A novel Information-Driven Strategy for Optimal Regression Assessment
This provides a principled alternative to conventional metrics for assessing regression models, addressing a fundamental challenge in machine learning evaluation.
The paper tackles the problem of evaluating regression algorithms without access to the true data-generating mechanism by introducing the Information Teacher, a data-driven framework that uses Shannon mutual information to assess global optimality with formal guarantees, and numerical experiments confirm its ability to detect such optimality as a surrogate for ground truth loss.

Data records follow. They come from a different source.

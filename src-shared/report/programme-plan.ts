/**
 * From the analysis table and the model chosen for each species to the
 * groups of a programme report. The app's Report stage and
 * `tallywise report --project` both go through here, so the same project
 * gives the same rows, in the same order, to the same fits.
 */
import { rowsWithOffsets } from '../data/fit-rows';
import { findColumn, levelsOf, selectRows, sortLevels, type DataTable } from '../data/table';
import type { EditLog } from '../cleaning/edit-entry';
import type { LoadedSource } from '../host/contract';
import type { ModelSpec } from '../model/spec';
import type { ReportHistoryEntry } from '../project/report-history';
import type { Provenance } from './appendix';
import { cleaningRecordsOf, type CleaningRecords } from './cleaning-summary';
import type { PlannedGroup, ProgrammePlan } from './programme-report';

export const SPECIES_COLUMN = 'species';

/** The model chosen for the report for one species. */
export interface ChosenModel {
  readonly species: string;
  readonly name: string;
  readonly spec: ModelSpec;
  /** Rows whose offsets cannot be logged are left out, as when it was fitted. */
  readonly dropBadOffsetRows: boolean;
}

/** A species of the table: the model it would be reported with, or why it cannot be. */
export interface SpeciesChoice {
  readonly species: string;
  readonly model: ChosenModel | null;
  /** Why the species cannot be reported; null when it can. */
  readonly problem: string | null;
}

/** The species values of the analysis table, in sorted order. */
export function tableSpecies(table: DataTable): string[] {
  const col = findColumn(table, SPECIES_COLUMN);
  return col ? sortLevels(levelsOf(col)).filter((s) => s !== '') : [];
}

/** Each species of the table with its chosen model, or the reason it has none that gives a trend. */
export function speciesChoices(table: DataTable, chosen: readonly ChosenModel[]): SpeciesChoice[] {
  return tableSpecies(table).map((species) => {
    const model = chosen.find((m) => m.species === species) ?? null;
    if (!model) return { species, model: null, problem: 'no model is chosen for the report' };
    if (!model.spec.time) return { species, model: null, problem: `the chosen model "${model.name}" has no time term, so it gives no trend` };
    return { species, model, problem: null };
  });
}

/** The rows of `species` that its model is fitted to, as indices into the full table (in table order). */
function rowsFor(table: DataTable, model: ChosenModel): number[] {
  const col = findColumn(table, SPECIES_COLUMN);
  if (!col) return [];
  const usable = model.dropBadOffsetRows && model.spec.offsets.length ? new Set(rowsWithOffsets(table, model.spec)) : null;
  const rows: number[] = [];
  col.texts.forEach((t, i) => {
    if (t === model.species && (!usable || usable.has(i))) rows.push(i);
  });
  return rows;
}

const sameModel = (a: ChosenModel, b: ChosenModel) => a.name === b.name && JSON.stringify(a.spec) === JSON.stringify(b.spec);

/**
 * The report groups of the chosen models (in the table's species order,
 * whatever order they are given in) and the rows of all of them together,
 * for the composite.
 */
export function programmeGroups(table: DataTable, models: readonly ChosenModel[], labels: Readonly<Record<string, string>> = {}, candidates: readonly ChosenModel[] = []): { groups: PlannedGroup[]; compositeTable: DataTable } {
  const order = tableSpecies(table);
  const sorted = [...models].sort((a, b) => order.indexOf(a.species) - order.indexOf(b.species));
  const all: number[] = [];
  const groups = sorted.map((m): PlannedGroup => {
    const rows = rowsFor(table, m);
    all.push(...rows);
    const others = candidates.filter((c) => c.species === m.species && !sameModel(c, m)).map((c) => ({ label: c.name, spec: c.spec }));
    return { group: m.species, ...(labels[m.species] ? { label: labels[m.species] } : {}), table: selectRows(table, rows), spec: m.spec, model: m.name, others, dropBadOffsetRows: m.dropBadOffsetRows };
  });
  return { groups, compositeTable: selectRows(table, all.sort((a, b) => a - b)) };
}

/** The sources as the report's appendix names them: file (and sheet), SHA-256, records read. */
export function sourceInputs(sources: readonly LoadedSource[]): { name: string; sha256: string; rows: number }[] {
  return sources.map((s) => ({ name: s.summary.sheet ? `${s.summary.fileName}, sheet "${s.summary.sheet}"` : s.summary.fileName, sha256: s.summary.sha256, rows: s.summary.records }));
}

type StoredModel = { species: string; name: string; spec: ModelSpec; chosen: boolean; dropBadOffsetRows: boolean };

/** The models of a project (all, or only those chosen for the report), as the plan takes them. */
export function modelsOf(models: readonly StoredModel[], only: 'chosen' | 'all' = 'chosen'): ChosenModel[] {
  return models.filter((m) => only === 'all' || m.chosen).map((m) => ({ species: m.species, name: m.name, spec: m.spec, dropBadOffsetRows: m.dropBadOffsetRows }));
}

/** Key of the project's seeds that the composite bootstrap uses. */
export const REPORT_SEED_KEY = 'bootstrap';

/** The report's file name (without extension) from the programme's name. */
export function reportStem(programme: string): string {
  const slug = programme.toLowerCase().normalize('NFKD').replace(/[^a-z0-9]+/g, '-').replace(/^-|-$/g, '').slice(0, 60);
  return `${slug || 'programme'}-trend-report`;
}

/** A species asked for cannot be reported; the message names it and says how to fix it. */
export class ReportPlanError extends Error {
  constructor(message: string) {
    super(message);
    this.name = 'ReportPlanError';
  }
}

export interface ProjectReportInput {
  readonly programme: string;
  /** The project's whole analysis table (one row per site x season x species). */
  readonly table: DataTable;
  /** The models chosen for the report (one per species at most). */
  readonly chosen: readonly ChosenModel[];
  /** Every model fitted (chosen or not): the others of a species are compared with its chosen one. */
  readonly candidates?: readonly ChosenModel[];
  /** The cleaning log behind the analysis table. */
  readonly cleaning?: EditLog;
  /** The imported and cleaned records (and the log's conflicts), when at hand: the report then counts the records each change altered. */
  readonly cleaningRecords?: CleaningRecords;
  /** The species to report; empty: every species with a chosen model that gives a trend. */
  readonly species: readonly string[];
  /** The saved project file; null when the report is made from work not saved to a file. */
  readonly projectFile: { readonly name: string; readonly sha256: string } | null;
  /** What to say of the project when there is no file (default: that the work was not saved). */
  readonly unsavedNote?: string;
  readonly sources: readonly { readonly name: string; readonly sha256: string; readonly rows?: number }[];
  readonly software: { readonly name: string; readonly version: string };
  readonly createdAt: string;
  /** The command or action that made the report. */
  readonly command?: string;
  readonly replicates?: number;
  readonly seed?: number;
  readonly labels?: Readonly<Record<string, string>>;
  /** The data key of the cleaned records (CleanedAnalysis.dataKey), kept in the report history. */
  readonly dataKey?: string;
  /** The last entry of the project's report history: the report says what changed since. */
  readonly previous?: ReportHistoryEntry | null;
}

const HOW_TO_CHOOSE = 'In the app, open the project, fit a model for it on the Models stage, pick it in the "For the report" column and save the project.';

/** The species to report: those asked for (each must have a chosen model with a time term), or all that can be. */
export function reportSpecies(table: DataTable, chosen: readonly ChosenModel[], asked: readonly string[]): ChosenModel[] {
  const choices = speciesChoices(table, chosen);
  if (asked.length === 0) {
    const ready = choices.filter((c) => c.model);
    if (ready.length === 0) {
      const why = choices.map((c) => `"${c.species}": ${c.problem}`).join('; ');
      throw new ReportPlanError(`No species can be reported: ${why || 'the analysis table has no species'}. ${HOW_TO_CHOOSE}`);
    }
    return ready.map((c) => c.model!);
  }
  const problems = asked.flatMap((s) => {
    const c = choices.find((x) => x.species === s);
    if (!c) return [`"${s}" is not a species of the project (its species are ${choices.map((x) => `"${x.species}"`).join(', ')})`];
    return c.problem ? [`"${s}": ${c.problem}`] : [];
  });
  if (problems.length) throw new ReportPlanError(`Cannot report ${problems.join('; ')}. ${HOW_TO_CHOOSE}`);
  return asked.map((s) => choices.find((c) => c.species === s)!.model!);
}

/** The plan of a project's report, built the same way by the app and the command line. */
export function projectReportPlan(input: ProjectReportInput): ProgrammePlan {
  const models = reportSpecies(input.table, input.chosen, input.species);
  const { groups, compositeTable } = programmeGroups(input.table, models, input.labels, input.candidates);
  const seasons = groups[0].spec.time!.column;
  const provenance: Provenance = {
    software: input.software,
    ...(input.projectFile ? { project: input.projectFile } : {}),
    inputs: input.sources,
    seeds: [],
    createdAt: input.createdAt,
    command: input.command,
    settings: [
      ...(input.projectFile ? [] : [input.unsavedNote ?? 'The report was made from work not saved to a project file; save the project to make it reproducible.']),
      ...models.map((m) => `Model of "${m.species}": ${m.name}${m.dropBadOffsetRows ? ' (rows whose offsets cannot be logged left out)' : ''}.`),
    ],
  };
  return {
    title: `${input.programme}: annual trend report`,
    subtitle: `Trend of each species, ${seasons} by ${seasons}, from the models chosen in the project`,
    groupColumn: SPECIES_COLUMN,
    groups,
    compositeTable: groups.length >= 2 ? compositeTable : undefined,
    provenance,
    replicates: input.replicates,
    seed: input.seed,
    cleaning: input.cleaning,
    ...(input.dataKey !== undefined ? { dataKey: input.dataKey } : {}),
    ...(input.previous ? { previous: input.previous } : {}),
    ...(input.cleaningRecords ? { cleaningRecords: cleaningRecordsOf(input.cleaningRecords) } : {}),
  };
}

In Machine Learning (ML), a regression algorithm aims to minimize a loss function based on data. An assessment method in this context seeks to quantify the discrepancy between the optimal response for an input-output system and the estimate produced by a learned predictive model (the student). Evaluating the quality of a learned regressor remains challenging without access to the true data-generating mechanism, as no data-driven assessment method can ensure the achievability of global optimality. This work introduces the Information Teacher, a novel data-driven framework for evaluating regression algorithms with formal performance guarantees to assess global optimality. Our novel approach builds on estimating the Shannon mutual information (MI) between the input variables and the residuals and applies to a broad class of additive noise models. Through numerical experiments, we confirm that the Information Teacher is capable of detecting global optimality, which is aligned with the condition of zero estimation error with respect to the -- inaccessible, in practice -- true model, working as a surrogate measure of the ground truth assessment loss and offering a principled alternative to conventional empirical performance metrics.